Restoration of hemodynamics in apnea struggle phase in association with involuntary breathing movements

Abstract

Involuntary breathing movements (IBM) that occur in the struggle phase of maximal apneas produce waves of negative intrathoracic pressure. This could augment the venous return, increasing thereby the cardiac output and gas exchange, and release the fresh blood from venous pools of spleen and liver. To test these hypotheses we used photoplethysmography and ultrasound for assessment of hemodynamics and spleen size before, during and after maximal dry apneas at large lung volume in 7 trained divers. During the easy-going phase cardiac output was reduced about 40%, due to reduction in stroke volume and in presence of reduced inferior vena cava venous return, while the spleen contracted for about 60 ml. Towards the end of the struggle phase, in presence of intense IBM, the spleen volume further decreased for about 70 ml, while cardiac output and caval flow almost renormalized. In conclusion, IBM coincide with splenic volume reduction and restoration of hemodynamics, likely facilitating the use of the last oxygen reserves before apnea cessation.

Introduction

The diving response in humans is triggered by breath-hold and accentuated by face immersion. The responses include bradycardia (Asmussen and Kristiansson, 1968) and increased arterial blood pressure, caused by vasoconstriction of selected vascular beds (Leuenberger et al., 2001, Elsner et al., 1971), due to increased sympathetic efferent nerve activity towards skeletal muscle (Leuenberger et al., 2001). The purpose seems to be the redistribution of cardiac output to heart and brain, in conjunction with reduced overall oxygen consumption and work of heart, which could increase the breath-hold time.

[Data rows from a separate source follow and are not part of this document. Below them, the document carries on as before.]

#!/usr/bin/env node
// Nightmark local stack: one command brings up everything the app needs, as root, on loopback.
//
//   node scripts/stack.mjs start   production build + next start      (npm start)
//   node scripts/stack.mjs dev     next dev                            (npm run dev)
//   node scripts/stack.mjs stop    stop what start/dev left running    (npm run stop)
//   node scripts/stack.mjs test    throwaway test stack + vitest + playwright (npm test)
//
// Plain Node ESM with built-ins only: it must run on a fresh machine before `npm install`.
import { randomBytes } from "node:crypto";
import { chmodSync, existsSync, readdirSync, readFileSync, rmSync, statSync, writeFileSync } from "node:fs";
import { createHash } from "node:crypto";
import { tmpdir } from "node:os";
import { dirname, join, relative, resolve } from "node:path";
import { fileURLToPath } from "node:url";
import { ensureCluster, stopCluster } from "./lib/postgres.mjs";
import {
  activeRuns,
  commandExists,
  ensureDir,
  fail,
  livePidFile,
  log,
  newestMtime,
  portOpen,
  readJson,
  run,
  secondsSince,
  sleep,
  startChild,
  stopProcess,
  tail,
  waitForHttp,
  waitForPort,
  warn,
  writePidFile,
} from "./lib/util.mjs";

const ROOT = resolve(dirname(fileURLToPath(import.meta.url)), "..");
const NM = join(ROOT, ".nightmark");
const LOGS = join(NM, "logs");
const RUN = join(NM, "run");
const BUCKET = "nightmark-uploads";

process.chdir(ROOT);
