import { NextResponse } from "next/server";
import { route } from "@/lib/http/respond";
import { baseStyle } from "@/lib/tiles/style";

export const runtime = "nodejs";

/** GET /api/tiles/style.json: the base map style, tile URL absolute on the request's own origin. */
export const GET = route(async (req) => {
  const origin = requestOrigin(req);
  return NextResponse.json(baseStyle(origin), { headers: { "Cache-Control": "public, max-age=300" } });
});

function requestOrigin(req: Request): string {
  const url = new URL(req.url);
  const host = req.headers.get("x-forwarded-host") ?? req.headers.get("host") ?? url.host;
  const proto = req.headers.get("x-forwarded-proto") ?? url.protocol.replace(":", "");
  return `${proto}://${host}`;
}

Maximal voluntary apnea is divided into the “easy-going phase”, which lasts until “physiological breaking point”, at which time increased partial pressures of carbon dioxide (CO₂) stimulate respiratory drive (Lin, 1982), and the “struggle phase”, during which the subject feels a growing urge to breathe and shows progressive involuntary breathing movements (IBM) (Dejours, 1965, Hentsch and Ulmer, 1984). The tolerance to high PCO₂ and low PO₂ during voluntary apnea is much less than during rebreathing from the bag, suggesting that the stimulus to resume breathing has two components, a chemical one (PCO₂) and a mechanical one, triggered by non-expansion of the lungs (Kobayasi and Sasaki, 1967, Godfrey and Campbell, 1968).

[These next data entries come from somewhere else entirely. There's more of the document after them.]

function Calibrations({ slug, calibrations, canManage, lastNight }: { slug: string; calibrations: Calibration[]; canManage: boolean; lastNight: string }) {
  const [state, action, pending] = useActionState(addCalibrationAction, {} as FormState);
  const fe = state.fieldErrors ?? {};
  const v = state.values ?? {};
  return (
    <Card>
      <section aria-labelledby="cal-heading">
        <h2 id="cal-heading" className="text-lg font-bold">Calibration</h2>
        <p className="text-sm text-muted">
          An offset is added to this meter&apos;s raw values from its effective night on, when nights are summarised. Raw readings are never changed.
        </p>
        {calibrations.length === 0 ? (
          <p className="mt-3 text-sm">No calibration offsets: raw values are used as they are.</p>
        ) : (
          <div className="mt-3 overflow-x-auto">
            <table className="w-full text-left text-sm">
              <caption className="sr-only">Calibration history, newest first</caption>
              <thead className="text-muted">
                <tr>
                  <th scope="col" className="py-1 pr-3">From night</th>
                  <th scope="col" className="py-1 pr-3">Offset</th>
                  <th scope="col" className="py-1 pr-3">Note</th>
                  <th scope="col" className="py-1 pr-3">Added</th>
                </tr>
              </thead>
              <tbody>
                {calibrations.map((c) => (
                  <tr key={c.id} className="border-t border-line">
                    <td className="py-1 pr-3">{c.effectiveFrom}</td>
                    <td className="py-1 pr-3 font-mono">{c.offsetMag >= 0 ? "+" : "−"}{Math.abs(c.offsetMag).toFixed(2)} mag/arcsec²</td>
                    <td className="py-1 pr-3">{c.note || "—"}</td>
                    <td className="py-1 pr-3">{c.createdAt.slice(0, 10)}{c.createdByName ? ` by ${c.createdByName}` : ""}</td>
                  </tr>
                ))}
              </tbody>
            </table>
          </div>
        )}
        {canManage ? (
          <form action={action} className="mt-4 grid gap-3 sm:grid-cols-[10rem_10rem_1fr_auto] sm:items-end" noValidate>
            <input type="hidden" name="stationSlug" value={slug} />
            <Field label="From night" htmlFor="cal-from" error={fe.effectiveFrom}>
              <Input id="cal-from" name="effectiveFrom" type="date" required defaultValue={v.effectiveFrom ?? lastNight} aria-invalid={!!fe.effectiveFrom} aria-describedby={fe.effectiveFrom ? "cal-from-error" : undefined} />
            </Field>
            <Field label="Offset (mag/arcsec²)" htmlFor="cal-offset" error={fe.offsetMag}>
              <Input id="cal-offset" name="offsetMag" inputMode="decimal" required placeholder="e.g. 0.05" defaultValue={v.offsetMag ?? ""} aria-invalid={!!fe.offsetMag} aria-describedby={fe.offsetMag ? "cal-offset-error" : undefined} />
            </Field>
            <Field label="Note" htmlFor="cal-note" error={fe.note} hint="What it was checked against.">
              <Input id="cal-note" name="note" defaultValue={v.note ?? ""} aria-invalid={!!fe.note} />
            </Field>
            <Button type="submit" disabled={pending}>{pending ? "Adding…" : "Add offset"}</Button>
            <div className="sm:col-span-4" aria-live="polite">
              {state.ok ? <Notice tone="ok">{state.ok}</Notice> : null}
              {state.error ? <Notice tone="danger">{state.error}</Notice> : null}
            </div>
          </form>
        ) : null}
      </section>
    </Card>
  );
}

// ── tokens ───────────────────────────────────────────────────────────────────────────────────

The mechanical component seems to become active in the struggle phase of apnea, in association with IBM. The arguments for this were provided by Godfrey and Campbell (1968), who reported that paralysis of respiratory muscles increases the tolerance to absence of ventilation in comparison to voluntary breath-holding. Whitelaw et al. (1981) further evaluated this issue by assessing the strength of IBM, given by the magnitude of the negative intrathoracic pressure they produce. Unexpectedly, they did not find the correlation between the magnitude of IBM and the degree of dyspnea. To us these findings have a plausible background. Since IBM produce rather large increases in negativity of intrathoracic pressure, a consequent rise in venous return and cardiac output, in conjunction with mobilization of fresh blood from the spleen and liver are their expected effects. Thus, we put forward the hypothesis that IBM are associated with both, dyspnea signals and beneficial hemodynamic changes that facilitate the use of the remaining gas exchange reserves, attenuating the chemical drive to resumption of breathing. To investigate this hypothesis we tracked the cardiac output (CO), inferior vena cava (IVC) venous return, and splenic volumes during maximal apneas in trained apnea divers to see whether IBM, detected by respiratory belt, are associated with changes in these variables.